How to best exploit 3D protein structures for ideation in SBDD

The value of three-dimensional (3D) protein structures for structure-based drug discovery (SBDD) lies in the information they contain and how that information can be applied to specific discovery projects. Depending on the SBDD projects’ goals, the same structure of the target protein can, therefore, have a different impact (See our article on Maximizing the value of 3D protein structure).

To ensure we fully express the value of each 3D protein structure, it is crucial to manage them and their associated structural metadata properly. This implies having the appropriate tools and systems for accessing, navigating, sharing, analyzing, and reusing the available structures.

However, due to the ever-growing volume and complexity of structural data, their effective handling and exploitation pose significant challenges for efficient drug discovery. (Discover the most common challenges in managing large structural datasets in our whitepaper). When 3D protein structures are left unmanaged, valuable information for the project is missing. Such a lack of insights hinders innovation and imposes additional costs on the SBDD teams.

In the recent Discngine Labs event, we hosted a roundtable with drug discovery experts from the pharmaceutical industry who shared their experience and knowledge in structural data management. In this blog post, you will find the key insights and best practices for ensuring the vast 3D protein structures are used as initially intended – to unlock new opportunities for drug discovery and development.

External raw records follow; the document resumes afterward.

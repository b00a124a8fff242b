"""Tests for studykit.data: reading measurement files and the messages for bad files.

The expected values are the numbers written into each generated file; file digests are checked
against ``hashlib.sha256`` of the same bytes. Nothing statistical is computed here.
"""

from __future__ import annotations

import hashlib
import json
import math
import subprocess
import sys
import textwrap

import numpy as np
import openpyxl
import pytest
from hypothesis import given, settings
from hypothesis import strategies as st

from studykit.data import (
    CharacteristicData,
    Measurements,
    parse_header,
    read_measurements,
    read_measurements_bytes,
)
from studykit.errors import DataFileError, StudyInputError


def write(tmp_path, name, text, encoding="utf-8"):
    p = tmp_path / name
    p.write_bytes(text.encode(encoding) if isinstance(text, str) else text)
    return p


def write_xlsx(tmp_path, name, rows, *, sheet="Data", extra_sheets=(), merge=None):
    wb = openpyxl.Workbook()
    ws = wb.active
    ws.title = sheet
    for r in rows:
        ws.append(list(r))
    for s in extra_sheets:
        wb.create_sheet(s)
    if merge:
        ws.merge_cells(merge)
    p = tmp_path / name
    wb.save(p)
    return p


GERMAN = (
    "Stichprobe;Zeit;Bohrung [mm];Länge (mm);Bemerkung\n"
    "1;01.03.2025 08:00;10,02;50,1;\n"
    "1;01.03.2025 08:00;10,01;50,2;\n"
    "2;01.03.2025 09:00;9,98;;Werkzeugwechsel\n"
    "2;01.03.2025 09:00;10,00;50,0;\n"
)


# ---------------------------------------------------------------------------------------------
# reading what is there


def test_wide_semicolon_decimal_comma_german_headers(tmp_path):
    m = read_measurements(write(tmp_path, "de.csv", GERMAN))
    assert isinstance(m, Measurements)
    assert m.layout == "wide"
    assert m.subgroup_source == "column"
    assert m.subgroup_column == "Stichprobe"
    assert (m.separator, m.decimal) == (";", ",")
    assert m.names == ("Bohrung", "Länge")
    bore = m.get("Bohrung")
    assert bore.unit == "mm"
    np.testing.assert_array_equal(bore.values, [10.02, 10.01, 9.98, 10.00])
    assert bore.subgroups.tolist() == ["1", "1", "2", "2"]
    assert bore.rows.tolist() == [2, 3, 4, 5]
    assert bore.subgroup_sizes == {"1": 2, "2": 2}
    assert bore.notes.tolist() == ["", "", "Werkzeugwechsel", ""]
    assert bore.times.dtype == np.dtype("datetime64[ns]")
    assert str(bore.times[2]).startswith("2025-03-01T09:00")
    length = m.get("Länge [mm]")  # name with unit works too
    assert length.unit == "mm"
    assert length.n_missing == 1
    assert math.isnan(length.values[2])
    assert length.subgroup_sizes == {"1": 2, "2": 1}  # non-missing values per subgroup
    assert any("semicolon" in n and "','" in n for n in m.notes)
    assert any("wide layout (detected)" in n for n in m.notes)
    assert any("'Länge'" in w and "row 4" in w for w in m.warnings)


def test_parse_header_units():
    assert parse_header("Bore diameter [mm]") == ("Bore diameter", "mm")
    assert parse_header("  Torque (N m) ") == ("Torque", "N m")
    assert parse_header("Flatness") == ("Flatness", None)
    assert parse_header("[mm]") == ("[mm]", None)  # nothing but a unit: kept as the name


def test_english_comma_file_with_sample_and_note_columns(tmp_path):
    text = "Sample No.,Timestamp,Width [mm],Comment\n1,2025-03-01 08:00,4.1,\n1,2025-03-01 08:00,4.2,ok\n2,2025-03-01 09:00,4.0,\n"
    m = read_measurements(write(tmp_path, "en.csv", text))
    assert m.subgroup_column == "Sample No."
    w = m.get("Width")
    assert w.values.tolist() == [4.1, 4.2, 4.0]
    assert w.times[0] == np.datetime64("2025-03-01T08:00")
    assert w.notes.tolist() == ["", "ok", ""]


def test_tab_separated(tmp_path):
    m = read_measurements(write(tmp_path, "t.txt", "A\tB\n1.5\t2\n2.5\t3\n"))
    assert m.separator == "\t"
    assert m.get("A").values.tolist() == [1.5, 2.5]
    assert m.get("B").is_integer and not m.get("A").is_integer


def test_long_layout_detected(tmp_path):
    text = (
        "Merkmal;Stichprobe;Messwert;Einheit\n"
        "Bohrung;1;10,01;mm\nLänge;1;50,1;mm\nBohrung;1;10,02;mm\n"
        "Länge;1;50,2;mm\nBohrung;2;;mm\nLänge;2;50,0;mm\n"
    )
    m = read_measurements(write(tmp_path, "long.csv", text))
    assert m.layout == "long"
    assert m.names == ("Bohrung", "Länge")
    b = m.get("Bohrung")
    assert b.unit == "mm"
    assert b.rows.tolist() == [2, 4, 6]
    assert b.subgroups.tolist() == ["1", "1", "2"]
    assert b.n_missing == 1
    assert any("long layout (detected)" in n for n in m.notes)
    frame = m.to_frame()
    assert list(frame.columns) == ["characteristic", "subgroup", "value", "time", "note", "row"]
    assert len(frame) == 6


def test_long_layout_forced_without_columns_says_what_is_needed(tmp_path):
    p = write(tmp_path, "w.csv", "A,B\n1,2\n")
    with pytest.raises(DataFileError, match=r"w\.csv.*long table needs a characteristic column"):
        read_measurements(p, layout="long")


def test_subgroup_size_and_individuals(tmp_path):
    p = write(tmp_path, "x.csv", "X\n1\n2\n3\n4\n5\n6\n7\n")
    m = read_measurements(p, subgroup_size=3)
    x = m.get("X")
    assert m.subgroup_source == "size"
    assert x.subgroups.tolist() == ["1", "1", "1", "2", "2", "2", "3"]
    assert x.subgroup_sizes == {"1": 3, "2": 3, "3": 1}
    assert any("unequal subgroup sizes" in n for n in m.notes)
    ind = read_measurements(p)
    assert ind.subgroup_source == "none"
    assert ind.get("X").subgroups.tolist() == [str(i) for i in range(1, 8)]


def test_subgroup_column_option_and_conflict(tmp_path):
    p = write(tmp_path, "x.csv", "Shift,X\na,1\na,2\nb,3\nb,4\n")
    m = read_measurements(p, subgroup_column="shift")
    assert m.get("X").subgroup_sizes == {"a": 2, "b": 2}
    with pytest.raises(StudyInputError, match="either `subgroup_column`.*or `subgroup_size`"):
        read_measurements(p, subgroup_column="Shift", subgroup_size=2)
    with pytest.raises(DataFileError, match=r"no column named 'Batch'.*'Shift', 'X'"):
        read_measurements(p, subgroup_column="Batch")
    with pytest.raises(StudyInputError, match=r"`subgroup_size` must be 1 or more, not 0"):
        read_measurements(p, subgroup_size=0)


def test_text_column_is_not_a_characteristic(tmp_path):
    p = write(tmp_path, "x.csv", "Operator,X\nAnna,1\nBen,2\n")
    m = read_measurements(p)
    assert m.names == ("X",)
    assert any("'Operator'" in n and "text" in n for n in m.notes)


def test_missing_values_counted_and_kept(tmp_path):
    p = write(tmp_path, "x.csv", "A,B\n1,\n,2\n3,4\n,\n5,6\n\n\n")
    m = read_measurements(p)
    a, b = m.get("A"), m.get("B")
    # row 5 is empty inside the data: kept as a missing part; the trailing empty rows are not data
    assert a.rows.tolist() == [2, 3, 4, 5, 6]
    assert a.n_missing == 2 and b.n_missing == 2
    assert np.isnan(a.values).tolist() == [False, True, False, True, False]
    assert any("empty row" in n and "5" in n for n in m.notes)
    assert any("'A': 2 empty cell(s) (rows 3, 5)" in w for w in m.warnings)


def test_arrays_are_read_only(tmp_path):
    c = read_measurements(write(tmp_path, "x.csv", "A\n1\n2\n")).get("A")
    assert isinstance(c, CharacteristicData)
    with pytest.raises(ValueError):
        c.values[0] = 5.0


def test_summary_and_to_dict_are_json_safe(tmp_path):
    m = read_measurements(write(tmp_path, "de.csv", GERMAN))
    s = json.loads(json.dumps(m.summary()))
    assert s["characteristics"][1]["n_missing"] == 1
    d = json.loads(json.dumps(m.to_dict()))
    assert d["characteristics"][1]["values"][2] is None
    assert d["characteristics"][0]["times"][0].startswith("2025-03-01T08:00")


def test_bytes_api_and_digest(tmp_path):
    raw = GERMAN.encode("utf-8")
    m = read_measurements_bytes(raw, "upload/de.csv")
    assert m.source == "de.csv"
    assert m.sha256 == hashlib.sha256(raw).hexdigest()
    from_path = read_measurements(write(tmp_path, "de.csv", raw))
    assert from_path.sha256 == m.sha256
    np.testing.assert_array_equal(from_path.get("Bohrung").values, m.get("Bohrung").values)


def test_get_unknown_name_lists_names(tmp_path):
    m = read_measurements(write(tmp_path, "x.csv", "A,B\n1,2\n"))
    with pytest.raises(DataFileError, match=r"no characteristic named 'C'.*'A', 'B'"):
        m.get("C")


# ---------------------------------------------------------------------------------------------
# every problem: a named test


def test_empty_file(tmp_path):
    with pytest.raises(
        DataFileError, match=r"file 'e\.csv': the file is empty.*first row must name"
    ):
        read_measurements(write(tmp_path, "e.csv", ""))


def test_file_with_only_blank_lines_is_empty(tmp_path):
    with pytest.raises(DataFileError, match=r"the file is empty"):
        read_measurements(write(tmp_path, "e.csv", "\n\r\n  \n"))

Access the full recording of the event at the end of this page.

3D protein structure data management: The basics

The roundtable was chaired by Simone Fulle (Head of Protein Engineering in the Computational Drug Design area at Novo Nordisk), who led the discussion of the panelists:

  • Daria Goldmann(Artificial Intelligence Expert, Integrated Drug Discovery unit at Sanofi)

  • David Thompson (Senior application scientist at CCG)

  • Simone Culurgioni (Head of Crystallography at Exscientia)

To introduce the discussion, we conducted a poll among the attendees of the event (mainly from industry), asking:

What do you use to store your 3D protein structures?

The results of the poll conducted during the Discngine Labs event with a simple question: “What do you use to store your 3D protein structures?” The majority of participants from the pharma industry reported that they are still using Internal folders/Sharepoint to store their structural data.

The results of the poll conducted during the Discngine Labs event with a simple question: “What do you use to store your 3D protein structures?” The majority of participants from the pharma industry reported that they are still using Internal folders/Sharepoint to store their structural data.

Almost half of the participants reported simply storing data in folders. This result was particularly striking for the panelists, who agreed that the best practice for structural data management in pharmaceutical companies is internally developed databases. Currently, the most common workflow for storing is that structural biologists deposit their own 3D structures in the database. Then, other project members (such as from molecular modeling or medicinal chemistry teams) can access the PDB files from this repository.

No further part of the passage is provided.